Strong winds around black holes in binary systems

Artist's concept of winds around a black hole stealing gas from a companion (Image courtesy NASA/Swift/A. Simonnet, Sonoma State University)
Artist’s concept of winds around a black hole stealing gas from a companion (Image courtesy NASA/Swift/A. Simonnet, Sonoma State University)

An article published in the journal “Nature” describes the study of 12 binary systems with X-ray emissions and the presence of a black hole. A team of researchers found evidence of the continuous presence of strong winds that surround the black holes studied throughout their outbursts, which consist in very intense emissions. This research offers new information on the way in which masses move towards black holes and on black holes’ influence on the environment around them.

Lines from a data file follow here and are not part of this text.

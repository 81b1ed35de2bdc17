import type { EntityManager } from 'typeorm';
import type { z } from 'zod';
import { CAUTION_BOTTLE_PRESSURE, CAUTION_SORBATE, CAUTION_SULFITES, spiceCaution } from '../../shared/calc';
import type { OperationResult } from '../../shared/schemas/batch-detail';
import type { additionRequestSchema, removalRequestSchema } from '../../shared/schemas/journal';
import { requireRole, type Actor } from '../core/actor';
import type { Batch } from '../entities/batch.entity';
import { ConflictError } from '../http/errors';
import { appendEntry } from '../journal/journal';
import { correctedEntry, hasStabiliser, removalOf } from '../journal/journal-queries';
import { onBatch } from './on-batch';

type AdditionRequest = z.output<typeof additionRequestSchema>;
type RemovalRequest = z.output<typeof removalRequestSchema>;

const SULFITE = /sul(f|ph)ite|campden/i;
const SORBATE = /sorbate/i;

/** Cautions that belong beside this addition: sulfites, sorbate, sweetening an unstabilised batch. */
async function additionCautions(tx: EntityManager, batch: Batch, request: AdditionRequest): Promise<string[]> {
  const batchId = batch.id;
  const cautions: string[] = [];
  const spice = request.category === 'spice' ? spiceCaution(request.name, batch.stage) : null;
  if (spice) cautions.push(spice);
  if (request.category === 'stabiliser' && SULFITE.test(request.name)) cautions.push(CAUTION_SULFITES);
  if (request.category === 'stabiliser' && SORBATE.test(request.name)) cautions.push(CAUTION_SORBATE);
  if (request.category === 'sweetener' && !(await hasStabiliser(tx, batchId))) cautions.push(CAUTION_BOTTLE_PRESSURE);
  return cautions;
}

/**
 * Records fruit, oak, spice, nutrient, stabiliser… added to a batch still in vessels (into
 * one vessel when named, which must hold it). Oak and anything with a removal date stays on
 * the batch's "still in" list until a removal is recorded.
 */
export function addAddition(actor: Actor, tx: EntityManager, batchId: string, request: AdditionRequest): Promise<OperationResult> {
  requireRole(actor, 'hand');
  const vessels = request.vesselId ? [{ vesselId: request.vesselId }] : [];
  return onBatch(actor, tx, batchId, { vessels, needsVessels: true }, async ({ tx, batch, at }) => {
    const warnings = await additionCautions(tx, batch, request);
    const entry = await appendEntry(
      tx,
      actor,
      batch.id,
      {
        kind: 'addition',
        category: request.category,
        name: request.name,
        amount: request.amount,
        unit: request.unit,
        vesselId: request.vesselId,
        removeOn: request.removeOn,
      },
      { occurredAt: at(request.at) },
    );
    return { entryId: entry.id, warnings };
  });
}

/**
 * Records that an addition (oak, a spice bag…) came out. The addition must be this batch's
 * and not already out. Allowed after bottling too: it closes the record.
 */
export function removeAddition(actor: Actor, tx: EntityManager, batchId: string, request: RemovalRequest): Promise<OperationResult> {
  requireRole(actor, 'hand');
  return onBatch(actor, tx, batchId, { needsVessels: false }, async ({ tx, batch, at }) => {
    const addition = await correctedEntry(tx, batch.id, request.additionEntryId);
    if (!addition || addition.payload.kind !== 'addition') {
      throw new ConflictError(`That entry is not an addition to ${batch.name}, so it cannot be taken out.`);
    }
    const name = addition.payload.name;
    const removedAt = await removalOf(tx, batch.id, addition.id);
    if (removedAt) {
      throw new ConflictError(`${name} was already taken out of ${batch.name} on ${removedAt.toISOString().slice(0, 10)}.`);
    }
    const entry = await appendEntry(tx, actor, batch.id, { kind: 'removed', additionEntryId: addition.id, name }, { occurredAt: at(request.at) });
    return { entryId: entry.id };
  });
}
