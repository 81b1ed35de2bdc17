import { restoredCellarSchema, type RestoredCellar } from '@shared/schemas/archive';
import { errorFromAnswer, offlineError, cellarPath, withQuery } from './http';

/** Where the whole cellar downloads as one .tar.gz (a plain link: the browser saves it). */
export const archiveUrl = (cellarId: string): string => cellarPath(cellarId, 'archive');

/** Restores an archive file as a new cellar; label codes taken here come back remapped. */
export async function restoreArchive(cellarId: string, file: Blob, name?: string): Promise<RestoredCellar> {
  let res: Response;
  try {
    res = await fetch(withQuery(cellarPath(cellarId, 'archive', 'restorations'), { name }), {
      method: 'POST',
      credentials: 'same-origin',
      headers: { accept: 'application/json', 'content-type': 'application/gzip' },
      body: file,
    });
  } catch {
    throw offlineError();
  }
  const raw = await res.json().catch(() => ({}));
  if (!res.ok) throw errorFromAnswer(res.status, raw);
  return restoredCellarSchema.parse(raw);
}
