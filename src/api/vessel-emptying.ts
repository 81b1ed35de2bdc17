import { operationResultSchema, type OperationResult } from '@shared/schemas/batch-detail';
import type { EmptyVesselRequest } from '@shared/schemas/vessel-emptying';
import { request, cellarPath } from './http';

/** Pours a vessel out (journalled on its batch, the vessel left dirty); answers the batch as it is now. */
export const emptyVessel = (cellarId: string, vesselId: string, body: EmptyVesselRequest): Promise<OperationResult> =>
  request('POST', cellarPath(cellarId, 'vessels', vesselId, 'emptying'), operationResultSchema, body);
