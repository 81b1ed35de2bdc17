import { mailSettingsSchema, type MailSettings } from '@shared/schemas/mail-settings';
import { request, cellarPath } from './http';

/** The signed-in member's own e-mail reminders in a cellar. */
export const fetchMyMailSettings = (cellarId: string): Promise<MailSettings> =>
  request('GET', cellarPath(cellarId, 'mail-settings'), mailSettingsSchema);

export const saveMyMailSettings = (cellarId: string, settings: MailSettings): Promise<MailSettings> =>
  request('PUT', cellarPath(cellarId, 'mail-settings'), mailSettingsSchema, settings);
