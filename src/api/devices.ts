import {
  deviceListSchema,
  deviceSchema,
  deviceSeriesSchema,
  deviceWithTokenSchema,
  type Device,
  type DeviceCreate,
  type DeviceSeries,
  type DeviceWithToken,
} from '@shared/schemas/devices';
import { request, cellarPath } from './http';

/** The cellar's digital hydrometers (Keepers). */
export const listDevices = (cellarId: string): Promise<Device[]> => request('GET', cellarPath(cellarId, 'devices'), deviceListSchema);

/** A new device in a vessel; the answer holds its token, the only time it is shown. */
export const createDevice = (cellarId: string, input: DeviceCreate): Promise<DeviceWithToken> =>
  request('POST', cellarPath(cellarId, 'devices'), deviceWithTokenSchema, input);

export const moveDevice = (cellarId: string, deviceId: string, vesselId: string): Promise<Device> =>
  request('POST', cellarPath(cellarId, 'devices', deviceId, 'move'), deviceSchema, { vesselId });

export const revokeDevice = (cellarId: string, deviceId: string): Promise<Device> =>
  request('POST', cellarPath(cellarId, 'devices', deviceId, 'revoke'), deviceSchema);

/** A batch's device readings: thinned points for the chart, one line per day for the journal. */
export const fetchDeviceSeries = (cellarId: string, batchId: string): Promise<DeviceSeries> =>
  request('GET', cellarPath(cellarId, 'batches', batchId, 'device-readings'), deviceSeriesSchema);
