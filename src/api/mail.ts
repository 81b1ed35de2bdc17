import { z } from 'zod';
import { mailStatusSchema, receivedMailSchema, type MailStatus, type ReceivedMailView } from '@shared/schemas/mail';
import { request, cellarPath } from './http';

/** Keepers: whether mail goes to the local mailbox, and the cellar's mail that is stuck. */
export const fetchMailStatus = (cellarId: string): Promise<MailStatus> => request('GET', cellarPath(cellarId, 'mail'), mailStatusSchema);

/** Keepers, local mailbox mode only: what the local mailbox received for this cellar. */
export const fetchOutgoingMail = (cellarId: string): Promise<ReceivedMailView[]> =>
  request('GET', cellarPath(cellarId, 'mail', 'outgoing'), z.array(receivedMailSchema));

export const retryMail = (cellarId: string, mailId: string): Promise<void> => request('POST', cellarPath(cellarId, 'mail', mailId, 'retry'));
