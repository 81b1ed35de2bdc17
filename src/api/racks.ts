import { z } from 'zod';
import { rackSchema, type Rack, type RackCreate } from '@shared/schemas/places';
import { request, cellarPath } from './http';

export interface RackChanges {
  name?: string;
  description?: string;
}

/** Every rack of the cellar with its shelves and what sits in each slot. */
export const fetchRacks = (cellarId: string): Promise<Rack[]> => request('GET', cellarPath(cellarId, 'racks'), z.array(rackSchema));

/** Creates a rack; `shelves` holds the slot count of each shelf, top shelf first. */
export const createRack = (cellarId: string, rack: RackCreate): Promise<Rack> => request('POST', cellarPath(cellarId, 'racks'), rackSchema, rack);

export const updateRack = (cellarId: string, rackId: string, changes: RackChanges): Promise<Rack> =>
  request('PATCH', cellarPath(cellarId, 'racks', rackId), rackSchema, changes);

/** Deletes an empty rack (Keeper only; 409 while anything sits on it). */
export const deleteRack = (cellarId: string, rackId: string): Promise<void> => request('DELETE', cellarPath(cellarId, 'racks', rackId));
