import { useId } from "react";
import { cx } from "@/lib/cx";
import { WarnIcon } from "../ui/icons";

/** The cautions for a real chain run, in the order a teacher sets one up. */
export const SAFETY_CAUTIONS = [
  "Rehearse the run on your own before doing it with a class.",
  "Clamp or weight the container so the chain cannot tip it or drag it off.",
  "Eye protection for everyone near the chain.",
  "Keep a clear zone around the chain’s whole path and where it lands.",
  "Hands and faces stay out of the chain’s path while it runs.",
  "Nobody leans over a stairwell or balcony, and nobody stands beneath a drop.",
  "Pupils never release a chain from height.",
] as const;

/**
 * The safety card for real demonstrations: shown wherever a teacher plans or records a real
 * run. It adds to the school's own risk assessment and never replaces it.
 */
export function SafetyCard({ className }: { className?: string }) {
  const titleId = useId();
  return (
    <section aria-labelledby={titleId} className={cx("rounded-card border-2 border-warn bg-warn-soft p-4 sm:p-6", className)}>
      <h2 id={titleId} className="flex items-center gap-2 text-xl font-bold">
        <WarnIcon className="size-6 text-warn" />
        Safety card: before a real chain run
      </h2>
      <p className="mt-3 font-bold">
        Your school’s risk assessment, your employer’s model risk assessments and your local rules come first. This card adds to
        them; it never replaces them.
      </p>
      <ul className="mt-3 grid gap-2">
        {SAFETY_CAUTIONS.map((caution) => (
          <li key={caution} className="flex items-start gap-2">
            <WarnIcon className="mt-1 size-4 text-warn" />
            <span>{caution}</span>
          </li>
        ))}
      </ul>
      <p className="mt-4 rounded-control border border-warn bg-surface px-3 py-2">
        <strong>Tall drops are for the simulation.</strong> A chain falling from a balcony, a stairwell or a high shelf is where
        real runs get dangerous: show those heights with Linkleap’s simulation instead.
      </p>
    </section>
  );
}
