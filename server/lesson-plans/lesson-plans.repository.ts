import { and, desc, eq, or } from "drizzle-orm";
import type { TrialSetup } from "../contracts/lessons";
import type { Db } from "../db/client";
import { lessonPlans, staff } from "../db/schema";

type Reader = Pick<Db, "select">;
export type PlanRow = typeof lessonPlans.$inferSelect;
export type PlanWithOwner = { plan: PlanRow; ownerName: string };

const withOwner = { plan: lessonPlans, ownerName: staff.displayName };

export async function findPlan(db: Reader, planId: string): Promise<PlanWithOwner | undefined> {
  const [row] = await db.select(withOwner).from(lessonPlans).innerJoin(staff, eq(staff.id, lessonPlans.ownerId)).where(eq(lessonPlans.id, planId));
  return row;
}

/** The teacher's own plans and the plans shared in their department, most recently changed first. */
export async function plansVisibleTo(db: Reader, who: { id: string; schoolId: string; departmentId: string | null }): Promise<PlanWithOwner[]> {
  const sharedHere = who.departmentId ? and(eq(lessonPlans.shared, true), eq(lessonPlans.departmentId, who.departmentId)) : undefined;
  return db
    .select(withOwner)
    .from(lessonPlans)
    .innerJoin(staff, eq(staff.id, lessonPlans.ownerId))
    .where(and(eq(lessonPlans.schoolId, who.schoolId), sharedHere ? or(eq(lessonPlans.ownerId, who.id), sharedHere) : eq(lessonPlans.ownerId, who.id)))
    .orderBy(desc(lessonPlans.updatedAt), desc(lessonPlans.id));
}

export interface PlanValues {
  schoolId: string;
  departmentId: string | null;
  ownerId: string;
  title: string;
  summary: string;
  shared: boolean;
  trials: TrialSetup[];
  copiedFromId?: string | null;
}

export async function insertPlan(db: Db, values: PlanValues): Promise<PlanRow> {
  const [row] = await db.insert(lessonPlans).values(values).returning();
  return row!;
}

/** Changes the plan only if `ownerId` still owns it. */
export async function updatePlan(db: Db, planId: string, ownerId: string, values: Omit<PlanValues, "schoolId" | "ownerId">): Promise<PlanRow | undefined> {
  const [row] = await db
    .update(lessonPlans)
    .set({ ...values, updatedAt: new Date() })
    .where(and(eq(lessonPlans.id, planId), eq(lessonPlans.ownerId, ownerId)))
    .returning();
  return row;
}

export async function deletePlan(db: Db, planId: string, ownerId: string): Promise<boolean> {
  const gone = await db.delete(lessonPlans).where(and(eq(lessonPlans.id, planId), eq(lessonPlans.ownerId, ownerId))).returning({ id: lessonPlans.id });
  return gone.length > 0;
}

Researchers have long known that stellar remnants, not just black holes but also neutron stars and white dwarfs, can be surrounded by streams of materials that may have been torn from a companion star. However, the mechanisms that regulate these processes are known in part but a lot of data were collected over the last 20 years by the RXTE (Rossi X-ray Timing Explorer), Swift, Chandra and XMM-Newton space telescopes. Now the data about 21 outbursts in 12 binary systems have been put together and studied.

An interesting conclusion of the authors of this new research was that magnetic fields are a very important factor in the phenomena related to the winds that surround black holes. There are no precise explanations yet but the researchers identified the importance of distance of the materials from the black hole to understand what happens to them.

Everything that falls within a radius that for black holes generated by stellar remnants ranges from 3 to 150 kilometers is slowly swallowed, even light. Instead, what’s a bit beyond a kind of safety distance is probably ejected from that area and projected far away.

The winds that are produced can sweep away a very large part of the materials in the area around that type of black hole. The researchers created models based on the data examined, which are still imprecise, and according to one of the possibilities they calculated those winds can sweep away even 80% of the materials present, subtracting them from the black hole.

The conclusion regarding the importance of magnetic fields in these mechanisms may seem strange considering that an article published in the journal “Science” in December 2017 reported that a precise measurement of the magnetic field of the corona of the black hole V404 Cygni was about 400 times lower than the previous estimates. This shows how much there’s still to be understood about these phenomena.